Top of DATASET RECORDS

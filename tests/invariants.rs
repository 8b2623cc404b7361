//! Physics invariants over random geometries: linearity and superposition of the
//! Biot–Savart field, reciprocity of mutual inductance (free space and through a
//! conducting sheet), invariance under rigid motions, ∇·B = 0 and Ampère's circuital
//! law, finite values at every singular point, and passive eddy-current shielding.
//!
//! Every case is drawn from the deterministic `Lcg` with a fixed seed, so a failure
//! reproduces exactly; the failing case is printed with the assertion. Expected values
//! come from the invariants themselves (and from the test's own quadratures), never from
//! a second call into the same library routine with the same input.
//!
//! Run with `cargo test --release --test invariants -- --nocapture` to see the worst
//! errors measured.

mod common;

use common::{Lcg, MU0, basis, rotate};
use num_complex::Complex64;
use std::f64::consts::{PI, TAU};
use strayflux::Scene;
use strayflux::coupling::flux_per_amp;
use strayflux::field::{Conductors, FieldSource, Vec3};
use strayflux::run::Solver;
use strayflux::run::couple::{VictimReport, couple_victim};
use strayflux::run::probe::probe;

/// The scene's default relative tolerance (`[solver]` in docs/scene-reference.md;
/// `DEFAULT_TOLERANCE`).
const TOL: f64 = 1e-6;
/// The scene's default wire radius, m.
const WIRE: f64 = 1e-4;

// ---------------------------------------------------------------------------------
// Random geometry.
// ---------------------------------------------------------------------------------

/// TOML array of three SI numbers (`{:e}` prints the shortest round-trip form).
fn v3(v: &Vec3) -> String {
    format!("[{:e}, {:e}, {:e}]", v.x, v.y, v.z)
}

/// A uniformly distributed random unit vector (rejection from the cube).
fn unit(rng: &mut Lcg) -> Vec3 {
    loop {
        let v = Vec3::new(
            rng.range(-1.0, 1.0),
            rng.range(-1.0, 1.0),
            rng.range(-1.0, 1.0),
        );
        let n = v.norm();
        if n > 0.1 && n <= 1.0 {
            return v / n;
        }
    }
}

/// Log-uniform in [lo, hi).
fn log_range(rng: &mut Lcg, lo: f64, hi: f64) -> f64 {
    (rng.range(lo.ln(), hi.ln())).exp()
}

/// A closed planar or slightly non-planar loop shape in its local frame (m).
#[derive(Clone, Debug)]
enum Shape {
    /// Circle of this radius (a polygon of `circle_segments` chords as a source, the
    /// exact circle as a victim).
    Loop(f64),
    /// Width along local x, height along local y.
    Rect(f64, f64),
    /// Corners, counter-clockwise about local z seen from +z.
    Poly(Vec<Vec3>),
}

impl Shape {
    /// A random loop, rectangle or star-shaped polygon of a random size in [lo, hi) (m); polygons
    /// lift their corners off the plane by up to ±`warp`·size.
    fn random(rng: &mut Lcg, lo: f64, hi: f64, warp: f64) -> Shape {
        let size = rng.range(lo, hi);
        match (rng.next_f64() * 3.0) as usize {
            0 => Shape::Loop(size * rng.range(0.5, 1.0)),
            1 => Shape::Rect(size * rng.range(0.6, 2.0), size * rng.range(0.6, 2.0)),
            _ => Shape::random_polygon(rng, size, warp),
        }
    }

    /// Star-shaped about the origin (angles in order, one per sector), so it is simple.
    fn random_polygon(rng: &mut Lcg, size: f64, warp: f64) -> Shape {
        let n = 3 + (rng.next_f64() * 4.0) as usize;
        let corners = (0..n)
            .map(|i| {
                let th = TAU * (i as f64 + rng.range(0.2, 0.8)) / n as f64;
                let r = size * rng.range(0.5, 1.0);
                Vec3::new(r * th.cos(), r * th.sin(), size * rng.range(-warp, warp))
            })
            .collect();
        Shape::Poly(corners)
    }

    fn body(&self) -> String {
        match self {
            Shape::Loop(r) => format!("kind = \"loop\"\nradius = {r:e}\n"),
            Shape::Rect(w, h) => format!("kind = \"rectangle\"\nwidth = {w:e}\nheight = {h:e}\n"),
            Shape::Poly(c) => {
                let v: Vec<String> = c.iter().map(v3).collect();
                format!("kind = \"polygon\"\nvertices = [{}]\n", v.join(", "))
            }
        }
    }

    /// The closed path (first point not repeated), local m; circles as 256-gons.
    fn local_path(&self) -> Vec<Vec3> {
        match self {
            Shape::Loop(r) => (0..256)
                .map(|k| {
                    let th = TAU * k as f64 / 256.0;
                    Vec3::new(r * th.cos(), r * th.sin(), 0.0)
                })
                .collect(),
            Shape::Rect(w, h) => {
                let (x, y) = (w / 2.0, h / 2.0);
                vec![
                    Vec3::new(-x, -y, 0.0),
                    Vec3::new(x, -y, 0.0),
                    Vec3::new(x, y, 0.0),
                    Vec3::new(-x, y, 0.0),
                ]
            }
            Shape::Poly(c) => c.clone(),
        }
    }

    /// Largest distance of the path from the local origin, m.
    fn extent(&self) -> f64 {
        self.local_path()
            .iter()
            .map(|p| p.norm())
            .fold(0.0, f64::max)
    }
}

/// Placement of an element: `position`, `axis`, `reference` (always written, so the
/// frame never depends on the scene's own x axis).
#[derive(Clone, Copy, Debug)]
struct Place {
    at: Vec3,
    axis: Vec3,
    reference: Vec3,
}

impl Place {
    fn random(rng: &mut Lcg, at: Vec3) -> Place {
        let axis = unit(rng);
        let reference = loop {
            let r = unit(rng);
            if r.cross(&axis).norm() > 0.3 {
                break r;
            }
        };
        Place {
            at,
            axis,
            reference,
        }
    }

    /// Random axes, centred a random distance in [lo, hi) (m) from the origin.
    fn random_around(rng: &mut Lcg, lo: f64, hi: f64) -> Place {
        let at = unit(rng) * rng.range(lo, hi);
        Place::random(rng, at)
    }

    fn toml(&self) -> String {
        format!(
            "position = {}\naxis = {}\nreference = {}\n",
            v3(&self.at),
            v3(&self.axis),
            v3(&self.reference)
        )
    }

    /// Scene point of a local point (the tests' own frame, `common::basis`).
    fn world(&self, local: &Vec3) -> Vec3 {
        let (x, y, z) = basis(&self.axis, &self.reference);
        self.at + x * local.x + y * local.y + z * local.z
    }

    fn moved(&self, m: &Motion) -> Place {
        Place {
            at: m.point(&self.at),
            axis: m.rot(&self.axis),
            reference: m.rot(&self.reference),
        }
    }
}

/// A rigid motion: rotation by `angle` about the unit `axis`, then a shift (m).
#[derive(Clone, Copy, Debug)]
struct Motion {
    axis: Vec3,
    angle: f64,
    shift: Vec3,
}

impl Motion {
    fn random(rng: &mut Lcg) -> Motion {
        Motion {
            axis: unit(rng),
            angle: rng.range(0.2, PI),
            shift: unit(rng) * rng.range(0.01, 0.5),
        }
    }
    fn rot(&self, v: &Vec3) -> Vec3 {
        rotate(&self.axis, self.angle, v)
    }
    fn point(&self, p: &Vec3) -> Vec3 {
        self.rot(p) + self.shift
    }
}

/// A shape placed in the scene.
#[derive(Clone, Debug)]
struct Element {
    shape: Shape,
    place: Place,
}

impl Element {
    /// The closed path in scene coordinates (m).
    fn path(&self) -> Vec<Vec3> {
        self.shape
            .local_path()
            .iter()
            .map(|p| self.place.world(p))
            .collect()
    }

    fn source(&self, id: &str, current: &str) -> String {
        format!(
            "[[source]]\nid = \"{id}\"\n{}{}current = {current}\n",
            self.shape.body(),
            self.place.toml()
        )
    }

    fn victim(&self, id: &str) -> String {
        format!(
            "[[victim]]\nid = \"{id}\"\n{}{}",
            self.shape.body(),
            self.place.toml()
        )
    }

    fn moved(&self, m: &Motion) -> Element {
        Element {
            shape: self.shape.clone(),
            place: self.place.moved(m),
        }
    }
}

Bottom of DATASET RECORDS

▸ **WHAT TO DO**:
Once more, print all the records exactly.

▸ **ANSWER BELOW**:
filename tests/invariants.rs
repository 8b2623cc404b7361
//! Physics invariants over random geometries: linearity and superposition of the
//! Biot–Savart field, reciprocity of mutual inductance (free space and through a
//! conducting sheet), invariance under rigid motions, ∇·B = 0 and Ampère's circuital
//! law, finite values at every singular point, and passive eddy-current shielding.
//!
//! Every case is drawn from the deterministic `Lcg` with a fixed seed, so a failure
//! reproduces exactly; the failing case is printed with the assertion. Expected values
//! come from the invariants themselves (and from the test's own quadratures), never from
//! a second call into the same library routine with the same input.
//!
//! Run with `cargo test --release --test invariants -- --nocapture` to see the worst
//! errors measured.

mod common;

use common::{Lcg, MU0, basis, rotate};
use num_complex::Complex64;
use std::f64::consts::{PI, TAU};
use strayflux::Scene;
use strayflux::coupling::flux_per_amp;
use strayflux::field::{Conductors, FieldSource, Vec3};
use strayflux::run::Solver;
use strayflux::run::couple::{VictimReport, couple_victim};
use strayflux::run::probe::probe;

/// The scene's default relative tolerance (`[solver]` in docs/scene-reference.md;
/// `DEFAULT_TOLERANCE`).
const TOL: f64 = 1e-6;
/// The scene's default wire radius, m.
const WIRE: f64 = 1e-4;

// ---------------------------------------------------------------------------------
// Random geometry.
// ---------------------------------------------------------------------------------

/// TOML array of three SI numbers (`{:e}` prints the shortest round-trip form).
fn v3(v: &Vec3) -> String {
    format!("[{:e}, {:e}, {:e}]", v.x, v.y, v.z)
}

/// A uniformly distributed random unit vector (rejection from the cube).
fn unit(rng: &mut Lcg) -> Vec3 {
    loop {
        let v = Vec3::new(
            rng.range(-1.0, 1.0),
            rng.range(-1.0, 1.0),
            rng.range(-1.0, 1.0),
        );
        let n = v.norm();
        if n > 0.1 && n <= 1.0 {
            return v / n;
        }
    }
}

/// Log-uniform in [lo, hi).
fn log_range(rng: &mut Lcg, lo: f64, hi: f64) -> f64 {
    (rng.range(lo.ln(), hi.ln())).exp()
}

/// A closed planar or slightly non-planar loop shape in its local frame (m).
#[derive(Clone, Debug)]
enum Shape {
    /// Circle of this radius (a polygon of `circle_segments` chords as a source, the
    /// exact circle as a victim).
    Loop(f64),
    /// Width along local x, height along local y.
    Rect(f64, f64),
    /// Corners, counter-clockwise about local z seen from +z.
    Poly(Vec<Vec3>),
}

impl Shape {
    /// A random loop, rectangle or star-shaped polygon of a random size in [lo, hi) (m); polygons
    /// lift their corners off the plane by up to ±`warp`·size.
    fn random(rng: &mut Lcg, lo: f64, hi: f64, warp: f64) -> Shape {
        let size = rng.range(lo, hi);
        match (rng.next_f64() * 3.0) as usize {
            0 => Shape::Loop(size * rng.range(0.5, 1.0)),
            1 => Shape::Rect(size * rng.range(0.6, 2.0), size * rng.range(0.6, 2.0)),
            _ => Shape::random_polygon(rng, size, warp),
        }
    }

    /// Star-shaped about the origin (angles in order, one per sector), so it is simple.
    fn random_polygon(rng: &mut Lcg, size: f64, warp: f64) -> Shape {
        let n = 3 + (rng.next_f64() * 4.0) as usize;
        let corners = (0..n)
            .map(|i| {
                let th = TAU * (i as f64 + rng.range(0.2, 0.8)) / n as f64;
                let r = size * rng.range(0.5, 1.0);
                Vec3::new(r * th.cos(), r * th.sin(), size * rng.range(-warp, warp))
            })
            .collect();
        Shape::Poly(corners)
    }

    fn body(&self) -> String {
        match self {
            Shape::Loop(r) => format!("kind = \"loop\"\nradius = {r:e}\n"),
            Shape::Rect(w, h) => format!("kind = \"rectangle\"\nwidth = {w:e}\nheight = {h:e}\n"),
            Shape::Poly(c) => {
                let v: Vec<String> = c.iter().map(v3).collect();
                format!("kind = \"polygon\"\nvertices = [{}]\n", v.join(", "))
            }
        }
    }

    /// The closed path (first point not repeated), local m; circles as 256-gons.
    fn local_path(&self) -> Vec<Vec3> {
        match self {
            Shape::Loop(r) => (0..256)
                .map(|k| {
                    let th = TAU * k as f64 / 256.0;
                    Vec3::new(r * th.cos(), r * th.sin(), 0.0)
                })
                .collect(),
            Shape::Rect(w, h) => {
                let (x, y) = (w / 2.0, h / 2.0);
                vec![
                    Vec3::new(-x, -y, 0.0),
                    Vec3::new(x, -y, 0.0),
                    Vec3::new(x, y, 0.0),
                    Vec3::new(-x, y, 0.0),
                ]
            }
            Shape::Poly(c) => c.clone(),
        }
    }

    /// Largest distance of the path from the local origin, m.
    fn extent(&self) -> f64 {
        self.local_path()
            .iter()
            .map(|p| p.norm())
            .fold(0.0, f64::max)
    }
}

/// Placement of an element: `position`, `axis`, `reference` (always written, so the
/// frame never depends on the scene's own x axis).
#[derive(Clone, Copy, Debug)]
struct Place {
    at: Vec3,
    axis: Vec3,
    reference: Vec3,
}

impl Place {
    fn random(rng: &mut Lcg, at: Vec3) -> Place {
        let axis = unit(rng);
        let reference = loop {
            let r = unit(rng);
            if r.cross(&axis).norm() > 0.3 {
                break r;
            }
        };
        Place {
            at,
            axis,
            reference,
        }
    }

    /// Random axes, centred a random distance in [lo, hi) (m) from the origin.
    fn random_around(rng: &mut Lcg, lo: f64, hi: f64) -> Place {
        let at = unit(rng) * rng.range(lo, hi);
        Place::random(rng, at)
    }

    fn toml(&self) -> String {
        format!(
            "position = {}\naxis = {}\nreference = {}\n",
            v3(&self.at),
            v3(&self.axis),
            v3(&self.reference)
        )
    }

    /// Scene point of a local point (the tests' own frame, `common::basis`).
    fn world(&self, local: &Vec3) -> Vec3 {
        let (x, y, z) = basis(&self.axis, &self.reference);
        self.at + x * local.x + y * local.y + z * local.z
    }

    fn moved(&self, m: &Motion) -> Place {
        Place {
            at: m.point(&self.at),
            axis: m.rot(&self.axis),
            reference: m.rot(&self.reference),
        }
    }
}

/// A rigid motion: rotation by `angle` about the unit `axis`, then a shift (m).
#[derive(Clone, Copy, Debug)]
struct Motion {
    axis: Vec3,
    angle: f64,
    shift: Vec3,
}

impl Motion {
    fn random(rng: &mut Lcg) -> Motion {
        Motion {
            axis: unit(rng),
            angle: rng.range(0.2, PI),
            shift: unit(rng) * rng.range(0.01, 0.5),
        }
    }
    fn rot(&self, v: &Vec3) -> Vec3 {
        rotate(&self.axis, self.angle, v)
    }
    fn point(&self, p: &Vec3) -> Vec3 {
        self.rot(p) + self.shift
    }
}

/// A shape placed in the scene.
#[derive(Clone, Debug)]
struct Element {
    shape: Shape,
    place: Place,
}

impl Element {
    /// The closed path in scene coordinates (m).
    fn path(&self) -> Vec<Vec3> {
        self.shape
            .local_path()
            .iter()
            .map(|p| self.place.world(p))
            .collect()
    }

    fn source(&self, id: &str, current: &str) -> String {
        format!(
            "[[source]]\nid = \"{id}\"\n{}{}current = {current}\n",
            self.shape.body(),
            self.place.toml()
        )
    }

    fn victim(&self, id: &str) -> String {
        format!(
            "[[victim]]\nid = \"{id}\"\n{}{}",
            self.shape.body(),
            self.place.toml()
        )
    }

    fn moved(&self, m: &Motion) -> Element {
        Element {
            shape: self.shape.clone(),
            place: self.place.moved(m),
        }
    }
}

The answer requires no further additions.